What does limited liability mean in the context of the relationship between the corporation and its creditors?
Limited liability is a type of legal structure for an organization where a corporate loss will not exceed the amount invested in a partnership or limited liability company (LLC). In other words, investors’ and owners’ private assets are not at risk if the company fails.
Is limited liability always an advantage for a corporation?
Limited liability is generally advantageous to large corporations. Large corporations would not be able to obtain financing from thousands or even millions of shareholders if those shareholders were not protected by the fact that the corporation is a distinct legal entity.
When a corporation fails the maximum that can be lost by an investor protected by limited liability is?
-agreement expires after ten 10 years. When a corporation fails, the maximum that can be lost by an investor protected by limited liability is: -the amount of the initial investment.
What is the legal life of a corporation?
The legal life of a corporation is perpetual. Corporations are a separate legal entity from the owners or shareholders, and as long as the corporation is in legal status, it is considered active.
Which of the following gives a corporation its permanence?
Separation of ownership and control. Separation of ownership and control gives the company an advantage of permanence.
Which one of these is a disadvantage of the corporate form of business?
The primary disadvantage of the corporate form is the double taxation to shareholders of distributed earnings and dividends. Some advantages include: limited liability, ease of transfer-ability, ability to raise capital, and unlimited life.
Who was responsible for the financial crisis of 2007 2009 quizlet?
Who was responsible for the financial crisis of 2007-2009? During the Financial Crisis of 2007-2009, the U.S. government bailed out all firms in danger of failing. You just studied 80 terms!

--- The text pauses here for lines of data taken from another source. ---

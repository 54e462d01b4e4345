// Package revdiff compares two revisions of a model solved and checked
// under one policy: the findings that are new, fixed or changed, how the
// water surface, the velocity and the freeboard moved along every reach
// and event the two share, the reaches added or removed, and the no_rise
// criterion, which only a comparison can judge.
package revdiff

import (
	"cmp"
	"math"
	"slices"

	"github.com/chanlint/chanlint/cmd/chanlint/internal/baseline"
	"github.com/chanlint/chanlint/cmd/chanlint/internal/pipeline"
	"github.com/chanlint/chanlint/model"
	"github.com/chanlint/chanlint/policies"
	"github.com/chanlint/chanlint/rules"
	"github.com/chanlint/chanlint/solver"
)

// Change is a finding present in both revisions whose value or span moved.
type Change struct {
	Old, New rules.Finding
}

// Extreme is the largest change of one quantity in one direction along a
// reach, and the station of the proposed model where it occurs.
type Extreme struct {
	Delta   float64
	Station float64
}

// Profile is how one reach moved in one event, at the proposed model's
// computed points that lie within the existing reach.
type Profile struct {
	Event, Reach string
	// Compared is the number of points compared; 0 when the reach is dry
	// in either revision.
	Compared int
	// Largest rise and fall of the water surface, increase and decrease
	// of the velocity, loss and gain of freeboard (freeboard only where
	// both revisions know the top of bank), outside the spans between the
	// toes of the jumps that moved (see Jumps).
	Rise, Fall         Extreme
	Faster, Slower     Extreme
	LessFree, MoreFree Extreme
	HasFreeboard       bool
	// Stations, OldWSE and NewWSE are the compared points, for a plot of
	// both profiles. Across gives for each the index in Jumps of the moved
	// jump whose toes it lies between, or −1; those points count in the
	// move, not in the extremes above.
	Stations, OldWSE, NewWSE []float64
	Across                   []int
	// Jumps are the hydraulic jumps of the reach that moved, appeared or
	// disappeared (JumpMove), in station order.
	Jumps []JumpMove
}

// Diff is the comparison of two revisions of a model.
type Diff struct {
	OldFile, NewFile string // file names as printed
	Units            model.Units
	// Invalid is true when either revision could not be read, parsed or
	// solved; the comparison is then only of their findings.
	Invalid bool
	// Findings failing in the proposed revision and not in the existing
	// one, failing before and not now, and failing in both with another
	// value or span. Findings covered by a design exception are left out
	// of all three: they fail neither revision.
	New, Fixed []rules.Finding
	Changed    []Change
	// Profiles per event and reach present in both, in the proposed
	// model's order.
	Profiles []Profile
	// Reaches added to and removed from the network, by name.
	Added, Removed []string
	// NoRise are the findings of the no_rise criterion (also counted in
	// New).
	NoRise []rules.Finding
}

// Compare compares the existing revision old with the proposed one new,
// both checked with Keep.Solved under pol (nil: no no_rise criterion).
func Compare(old, new *pipeline.Result, pol *policies.Policy) *Diff {
	d := &Diff{OldFile: old.File.Name, NewFile: new.File.Name, Units: new.Units, Invalid: old.Invalid || new.Invalid}
	d.compareFindings(old.Findings, new.Findings)
	if old.Model == nil || new.Model == nil || old.Solution == nil || new.Solution == nil {
		return d
	}
	d.compareNetworks(old.Model, new.Model)
	d.compareProfiles(old.Solution, new.Solution)
	if pol != nil {
		d.NoRise = noRise(new.Model, d.Profiles, old.Solution, new.Solution, pol)
		d.New = append(d.New, d.NoRise...)
		slices.SortStableFunc(d.New, func(a, b rules.Finding) int { return rules.Compare(&a, &b) })
	}
	return d
}

// failing keeps the findings that are not covered by an exception, moved
// to file (rules.Finding.Rename) so that both revisions share the
// proposed file's name.
func failing(fs []rules.Finding, file string) []rules.Finding {
	var out []rules.Finding
	for _, f := range fs {
		if f.Excepted {
			continue
		}
		f.Rename(file)
		out = append(out, f)
	}
	return out
}

// compareFindings matches the findings of the two revisions as a baseline
// matches a run (rule, reach, event, severity, message without numbers,
// span within its tolerance).
func (d *Diff) compareFindings(oldFs, newFs []rules.Finding) {
	olds, news := failing(oldFs, d.NewFile), failing(newFs, d.NewFile)
	known := baseline.Of(olds)
	matches, stale := known.Compare(news)
	for i, m := range matches {
		f := news[i]
		if m.Entry == nil {
			d.New = append(d.New, f)
			continue
		}
		if o, ok := findEntry(olds, m.Entry); ok && moved(&o, &f) {
			d.Changed = append(d.Changed, Change{Old: o, New: f})
		}
	}
	for _, e := range stale {
		if o, ok := findEntry(olds, &e); ok {
			d.Fixed = append(d.Fixed, o)
		}
	}
}

// findEntry is the finding of fs that an entry was recorded from.
func findEntry(fs []rules.Finding, e *baseline.Entry) (rules.Finding, bool) {
	for _, f := range fs {
		if baseline.Records(e, &f) {
			return f, true
		}
	}
	return rules.Finding{}, false
}

// moved reports whether a matched finding's value or span changed beyond
// the rounding of its message.
func moved(o, n *rules.Finding) bool {
	const eps = 5e-4
	return o.HasValue != n.HasValue || math.Abs(o.Value-n.Value) > eps || math.Abs(o.Limit-n.Limit) > eps ||
		o.HasSpan != n.HasSpan || math.Abs(o.FromStation-n.FromStation) > 0.05 || math.Abs(o.ToStation-n.ToStation) > 0.05
}

// compareNetworks lists the reaches added and removed.
func (d *Diff) compareNetworks(old, new *model.Model) {
	has := func(m *model.Model, name string) bool {
		return slices.ContainsFunc(m.Reaches, func(r *model.Reach) bool { return r.Name == name })
	}
	for _, r := range new.Reaches {
		if !has(old, r.Name) {
			d.Added = append(d.Added, r.Name)
		}
	}
	for _, r := range old.Reaches {
		if !has(new, r.Name) {
			d.Removed = append(d.Removed, r.Name)
		}
	}
}

// compareProfiles compares every reach of every event both revisions have.
func (d *Diff) compareProfiles(old, new *solver.Result) {
	oldEvents := map[string]*solver.EventResult{}
	for _, ev := range old.Events {
		oldEvents[ev.Event.Name] = ev
	}
	banks := bankCache{}
	for _, ev := range new.Events {
		oev := oldEvents[ev.Event.Name]
		if oev == nil {
			continue
		}
		oldReaches := map[string]*solver.ReachResult{}
		for _, rr := range oev.Reaches {
			if rr != nil && rr.Reach != nil {
				oldReaches[rr.Reach.Name] = rr
			}
		}
		for _, rr := range ev.Reaches {
			if rr == nil || rr.Reach == nil {
				continue
			}
			orr := oldReaches[rr.Reach.Name]
			if orr == nil {
				continue
			}
			d.Profiles = append(d.Profiles, compareReach(ev.Event.Name, orr, rr, banks, old.Model.Units))
		}
	}
}

// bankCache holds the height of each section (the top of bank above the
// invert; 0 when unknown), computed once.
type bankCache map[*model.Section]float64

func (c bankCache) height(sec *model.Section, u model.Units) float64 {
	h, ok := c[sec]
	if !ok {
		h = solver.NewGeometry(sec, u).Height()
		c[sec] = h
	}
	return h
}

// bank is the top-of-bank elevation of a reach at station x; ok is false
// when the section there has no known height.
func (c bankCache) bank(r *model.Reach, x float64, u model.Units) (float64, bool) {
	sec := r.SectionAt(x)
	if sec == nil {
		return 0, false
	}
	h := c.height(sec, u)
	return r.InvertAt(x) + h, h > 0
}

// compareReach compares one reach of one event at the proposed model's
// points within the existing reach's length, the points between the two
// toes of a jump that moved with the move (JumpMove) rather than in the
// extremes.
func compareReach(event string, old, new *solver.ReachResult, banks bankCache, u model.Units) Profile {
	p := Profile{Event: event, Reach: new.Reach.Name}
	if len(old.Points) == 0 || len(new.Points) == 0 {
		return p
	}
	first := true
	track := func(e *Extreme, delta, x float64, larger bool) {
		if first || (larger && delta > e.Delta) || (!larger && delta < e.Delta) {
			*e = Extreme{Delta: delta, Station: x}
		}
	}
	p.Jumps = jumpMoves(old, new)
	moves := newSweep(p.Jumps)
	limit := old.Points[len(old.Points)-1].Station
	for k, pt := range new.Points {
		x := pt.Station
		if x > limit+1e-9 {
			break
		}
		// The first of two points at one station (a jump, a section
		// change) is the upstream side: compare it with that side.
		upstream := k+1 < len(new.Points) && new.Points[k+1].Station == x
		ow := oldAt(old.Points, x, upstream, func(p *solver.Point) float64 { return p.WSE })
		ov := oldAt(old.Points, x, upstream, func(p *solver.Point) float64 { return p.Velocity })
		dw, dv := pt.WSE-ow, pt.Velocity-ov
		p.Stations = append(p.Stations, x)
		p.OldWSE = append(p.OldWSE, ow)
		p.NewWSE = append(p.NewWSE, pt.WSE)
		p.Compared++
		a := moves.across(x, upstream)
		p.Across = append(p.Across, a)
		if a >= 0 {
			// One revision is on each side of a jump that moved: the
			// difference is the move's, reported with it.
			p.Jumps[a].record(dw, dv, x)
			continue
		}
		track(&p.Rise, dw, x, true)
		track(&p.Fall, dw, x, false)
		track(&p.Faster, dv, x, true)
		track(&p.Slower, dv, x, false)
		nb, okN := banks.bank(new.Reach, x, u)
		ob, okO := banks.bank(old.Reach, x, u)
		if okN && okO {
			df := (nb - pt.WSE) - (ob - ow)
			if !p.HasFreeboard {
				p.LessFree, p.MoreFree = Extreme{df, x}, Extreme{df, x}
				p.HasFreeboard = true
			} else {
				if df < p.LessFree.Delta {
					p.LessFree = Extreme{df, x}
				}
				if df > p.MoreFree.Delta {
					p.MoreFree = Extreme{df, x}
				}
			}
		}
		first = false
	}
	return p
}

// oldAt is the existing profile's value at station x
// (solver.AtStation, which gives the downstream side where the profile
// holds two points at x), or with upstream the first of those points.
func oldAt(pts []solver.Point, x float64, upstream bool, v func(*solver.Point) float64) float64 {
	if upstream {
		if i, found := slices.BinarySearchFunc(pts, x, func(p solver.Point, x float64) int { return cmp.Compare(p.Station, x) }); found {
			return v(&pts[i])
		}
	}
	return solver.AtStation(pts, x, v)
}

How many types of capital structure are there?
There are two types of capital structure according to the nature and type of the firm, viz, (a) Simple and (b) Complex. a. Simple: When the capital structure is composed of Equity Capital only or with Retained earnings, the same is known as Simple Capital Structure.

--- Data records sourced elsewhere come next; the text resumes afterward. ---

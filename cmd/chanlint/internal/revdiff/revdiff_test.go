package revdiff

import (
	"fmt"
	"math"
	"os"
	"path/filepath"
	"testing"

	"github.com/chanlint/chanlint/cmd/chanlint/internal/pipeline"
	"github.com/chanlint/chanlint/policies"
	"github.com/chanlint/chanlint/rules"
	"github.com/stretchr/testify/assert"
	"github.com/stretchr/testify/require"
	"gonum.org/v1/gonum/integrate/quad"
)

// rect is an independent description of a rectangular channel in SI
// units for the reference computations (it shares no code with the
// solver).
type rect struct {
	b, n, q, s0 float64
}

const g = 9.80665 // m/s², standard gravity

func (r rect) area(y float64) float64 { return r.b * y }

// sf is Manning's friction slope (n·Q/(A·R^(2/3)))².
func (r rect) sf(y float64) float64 {
	a := r.area(y)
	v := r.n * r.q / (a * math.Pow(a/(r.b+2*y), 2.0/3))
	return v * v
}

// energy is the specific energy y + Q²/(2gA²).
func (r rect) energy(y float64) float64 {
	a := r.area(y)
	return y + r.q*r.q/(2*g*a*a)
}

func (r rect) f2(y float64) float64 { return r.q * r.q / (g * r.b * r.b * y * y * y) }

func (r rect) normalDepth() float64 {
	return bisect(func(y float64) float64 { return r.s0 - r.sf(y) }, 1e-4, 50)
}

// bisect finds the root of f on [a, b] (f(a), f(b) of opposite signs).
func bisect(f func(float64) float64, a, b float64) float64 {
	fa := f(a)
	for range 200 {
		m := (a + b) / 2
		if (f(m) > 0) == (fa > 0) {
			a, fa = m, f(m)
		} else {
			b = m
		}
	}
	return (a + b) / 2
}

// upstreamDistance is how far upstream of depth y0 the M1 profile has
// fallen to depth y: ∫ (1 − F²)/(S0 − Sf) dy from y to y0 by
// Gauss–Legendre quadrature.
func (r rect) upstreamDistance(y, y0 float64) float64 {
	f := func(d float64) float64 { return (1 - r.f2(d)) / (r.s0 - r.sf(d)) }
	const parts = 200
	h := (y0 - y) / parts
	sum := 0.0
	for i := range parts {
		a := y + float64(i)*h
		sum += quad.Fixed(f, a, a+h, 20, quad.Legendre{}, 0)
	}
	return sum
}

// twoReaches is a model of an upper and a lower rectangular reach, the
// lower one bLower wide with its banks at heightLower.
func twoReaches(bLower, heightLower float64) string {
	return fmt.Sprintf(`units = "si"
section "upper" {
  shape        = "rectangle"
  bottom_width = 4
  height       = 3
  roughness    = 0.015
}
section "lower" {
  shape        = "rectangle"
  bottom_width = %g
  height       = %.6f
  roughness    = 0.015
}
reach "upper" {
  from    = "a"
  to      = "b"
  length  = 2000
  section = "upper"
  slope   = 0.001
}
reach "lower" {
  from    = "b"
  to      = "c"
  length  = 1500
  section = "lower"
  slope   = 0.001
}
event "design" {
  inflow = { upper = 6 }
  outlet = { condition = "normal" }
}
`, bLower, heightLower)
}

func solved(t *testing.T, name, src string, pol *policies.Policy) *pipeline.Result {
	t.Helper()
	p := pipeline.Parse(pipeline.File{Name: name}, []byte(src))
	require.False(t, p.Invalid, "%v", p.Diagnostics)
	r := p.Check(pol, pipeline.Options{Keep: pipeline.Keep{Solved: true}})
	require.False(t, r.Invalid, "%v", r.Findings)
	return r
}

func policy(t *testing.T, body string) *policies.Policy {
	t.Helper()
	pol, diags := rules.Language().NewLoader(t.TempDir()).LoadSource("review.policy.hcl",
		[]byte("policy \"review\" {\n  units = \"si\"\n"+body+"\n}\n"))
	require.False(t, diags.HasErrors(), diags.Error())
	return pol
}

// TestIdenticalRevisions: a model compared with itself changes nothing.
//
// Source: common practice (no published source).
func TestIdenticalRevisions(t *testing.T) {
	pol := policy(t, "freeboard {\n minimum = 0.3\n fraction = 0\n}\nno_rise {\n limit = 0\n}")
	src := twoReaches(4, 0.9)
	d := Compare(solved(t, "old.chan.hcl", src, pol), solved(t, "new.chan.hcl", src, pol), pol)
	assert.Empty(t, d.New)
	assert.Empty(t, d.Fixed)
	assert.Empty(t, d.Changed)
	assert.Empty(t, d.Added)
	assert.Empty(t, d.Removed)
	require.Len(t, d.Profiles, 2)
	for _, p := range d.Profiles {
		assert.Zero(t, p.Rise.Delta, p.Reach)
		assert.Zero(t, p.Fall.Delta, p.Reach)
		assert.True(t, p.HasFreeboard)
		assert.Zero(t, p.LessFree.Delta)
	}
}

// TestIdenticalRevisionsWithJumps: the demo compared with itself changes
// nothing either, at its hydraulic jumps and other stations where a
// profile holds two points (the depth on each side) included: each
// side is compared with the same side of the existing profile, and no
// jump moved.
//
// Source: common practice (no published source).
func TestIdenticalRevisionsWithJumps(t *testing.T) {
	src, err := os.ReadFile(filepath.Join("..", "..", "..", "..", "testdata", "demo", "kestrel-ridge.chan.hcl"))
	require.NoError(t, err)
	pol, diags := rules.Language().Pack("baseline")
	require.False(t, diags.HasErrors(), diags.Error())
	new := solved(t, "new.chan.hcl", string(src), pol)
	d := Compare(solved(t, "old.chan.hcl", string(src), pol), new, pol)
	require.NotEmpty(t, d.Profiles)
	jumps := 0
	for _, ev := range new.Solution.Events {
		for _, rr := range ev.Reaches {
			jumps += len(rr.Jumps)
		}
	}
	require.Positive(t, jumps, "the demo has hydraulic jumps")
	for _, p := range d.Profiles {
		assert.Empty(t, p.Jumps, "%s %s: no jump moved", p.Event, p.Reach)
		assert.Zero(t, p.Rise.Delta, "%s %s at %v", p.Event, p.Reach, p.Rise.Station)
		assert.Zero(t, p.Fall.Delta, "%s %s at %v", p.Event, p.Reach, p.Fall.Station)
		assert.Zero(t, p.Faster.Delta, "%s %s", p.Event, p.Reach)
		assert.Zero(t, p.Slower.Delta, "%s %s", p.Event, p.Reach)
		assert.Zero(t, p.LessFree.Delta, "%s %s", p.Event, p.Reach)
		assert.Zero(t, p.MoreFree.Delta, "%s %s", p.Event, p.Reach)
		for i := range p.Stations {
			assert.Equal(t, p.OldWSE[i], p.NewWSE[i], "%s %s at %v", p.Event, p.Reach, p.Stations[i])
		}
	}
}

// TestRaisedBankFixesFreeboard: the lower reach in uniform flow with its
// banks 0.2 m above normal depth fails a 0.3 m freeboard; raised to 0.5 m
// above it, the finding is fixed and the freeboard gained is the 0.3 m
// the banks were raised, with the water surface unchanged.
//
// Source: Manning's equation for uniform flow (Chow, Open-Channel
// Hydraulics, 1959, ch. 6), normal depth by bisection.
func TestRaisedBankFixesFreeboard(t *testing.T) {
	pol := policy(t, "freeboard {\n minimum = 0.3\n fraction = 0\n}")
	yn := rect{b: 4, n: 0.015, q: 6, s0: 0.001}.normalDepth()
	d := Compare(solved(t, "old.chan.hcl", twoReaches(4, yn+0.2), pol), solved(t, "new.chan.hcl", twoReaches(4, yn+0.5), pol), pol)
	require.Len(t, d.Fixed, 1)
	assert.Equal(t, "freeboard", d.Fixed[0].Rule)
	assert.Equal(t, "lower", d.Fixed[0].Reach)
	assert.Empty(t, d.New)
	for _, p := range d.Profiles {
		if p.Reach != "lower" {
			continue
		}
		assert.InDelta(t, 0, p.Rise.Delta, 1e-9)
		assert.InDelta(t, 0.3, p.MoreFree.Delta, 1e-6)
		assert.InDelta(t, 0.3, p.LessFree.Delta, 1e-6)
	}
}

// TestNarrowedReachRaisesUpstream narrows the lower reach from 4 m to
// 3 m. The lower reach stays at its (higher) normal depth; at the
// junction the upper reach ends at the subcritical depth of equal specific
// energy, and an M1 backwater carries the rise upstream. The rise at the
// junction and 800 m upstream is checked against an independent
// computation, and the no_rise criterion fails just below the largest
// rise and passes just above it, its span starting where the independent
// profile crosses the limit.
//
// Source: energy balance at a junction without loss and the
// gradually-varied-flow equation dx/dy = (1 − F²)/(S0 − Sf), Chow,
// Open-Channel Hydraulics (1959), ch. 9, integrated with gonum
// integrate/quad; Manning's normal depth by bisection.
func TestNarrowedReachRaisesUpstream(t *testing.T) {
	upper := rect{b: 4, n: 0.015, q: 6, s0: 0.001}
	lower := rect{b: 3, n: 0.015, q: 6, s0: 0.001}
	yn4, yn3 := upper.normalDepth(), lower.normalDepth()
	e := lower.energy(yn3)
	yc := math.Cbrt(upper.q * upper.q / (g * upper.b * upper.b))
	yb := bisect(func(y float64) float64 { return upper.energy(y) - e }, yc*1.0001, 20)
	riseAt := func(distance float64) float64 {
		y := bisect(func(y float64) float64 { return upper.upstreamDistance(y, yb) - distance }, yn4*1.00001, yb)
		return y - yn4
	}

	old := solved(t, "old.chan.hcl", twoReaches(4, 3), nil)
	new := solved(t, "new.chan.hcl", twoReaches(3, 3), nil)
	d := Compare(old, new, nil)
	var up *Profile
	for i := range d.Profiles {
		if d.Profiles[i].Reach == "upper" {
			up = &d.Profiles[i]
		}
	}
	require.NotNil(t, up)
	assert.InDelta(t, 2000, up.Rise.Station, 1e-6, "the largest rise is at the junction")
	assert.InDelta(t, yb-yn4, up.Rise.Delta, 0.002, "rise at the junction")
	var at1200 float64
	for i, x := range up.Stations {
		if x >= 1200 {
			at1200 = up.NewWSE[i] - up.OldWSE[i] // the first point at or past 1200 m
			ref := riseAt(2000 - x)
			assert.InDelta(t, ref, at1200, 0.002, "rise at station %g", x)
			break
		}
	}
	require.NotZero(t, at1200)

	// no_rise just below and just above the largest rise.
	worst := up.Rise.Delta
	limit := math.Round((worst-0.02)*1000) / 1000
	fails := Compare(old, new, policy(t, fmt.Sprintf("no_rise {\n limit = %g\n}", limit)))
	require.Len(t, fails.NoRise, 1)
	f := fails.NoRise[0]
	assert.Equal(t, "upper", f.Reach)
	assert.Equal(t, policies.Error, f.Severity)
	assert.InDelta(t, worst, f.Value, 1e-9)
	assert.Equal(t, limit, f.Limit)
	assert.InDelta(t, 2000, f.ToStation, 1e-6)
	// The span starts where the independent profile's rise equals the
	// limit: distance upstream of the junction by bisection on the
	// quadrature.
	yLimit := yn4 + limit
	startRef := 2000 - upper.upstreamDistance(yLimit, yb)
	t.Logf("junction rise %.5f vs ref %.5f; span start %.2f vs ref %.2f; limit %g", up.Rise.Delta, yb-yn4, f.FromStation, startRef, limit)
	assert.InDelta(t, startRef, f.FromStation, 0.01*2000, "span start against the reference (%g)", startRef)
	assert.Contains(t, fails.New, f, "a no_rise finding is a new finding")

	passes := Compare(old, new, policy(t, fmt.Sprintf("no_rise {\n limit = %g\n}", math.Round((worst+0.002)*1000)/1000)))
	assert.Empty(t, passes.NoRise)
}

What is an example of capital structure?
For example, the capital structure of a company might be 40% long-term debt (bonds), 10% preferred stock, and 50% common stock. The capital structure of a business firm is essentially the right side of its balance sheet.
What is capital structure policy?
All companies have their own policies of capital structure. Capital structure is a mix or combination of debt and equity. The debt-equity ratio is maintained at various levels. The information content of dividend and capital structure policies are given in the diagram below.
What are the major determinants of capital structure?
The capital structure of a concern depends upon a large number of factors such as leverage or trading on equity, growth of the company, nature and size of business, the idea of retaining control, flexibility of capital structure, requirements of investors, cost of floatation of new securities, timing of issue.
How is equity ratio calculated?
The equity ratio is calculated by dividing total equity by total assets. Both of these numbers truly include all of the accounts in that category. In other words, all of the assets and equity reported on the balance sheet are included in the equity ratio calculation.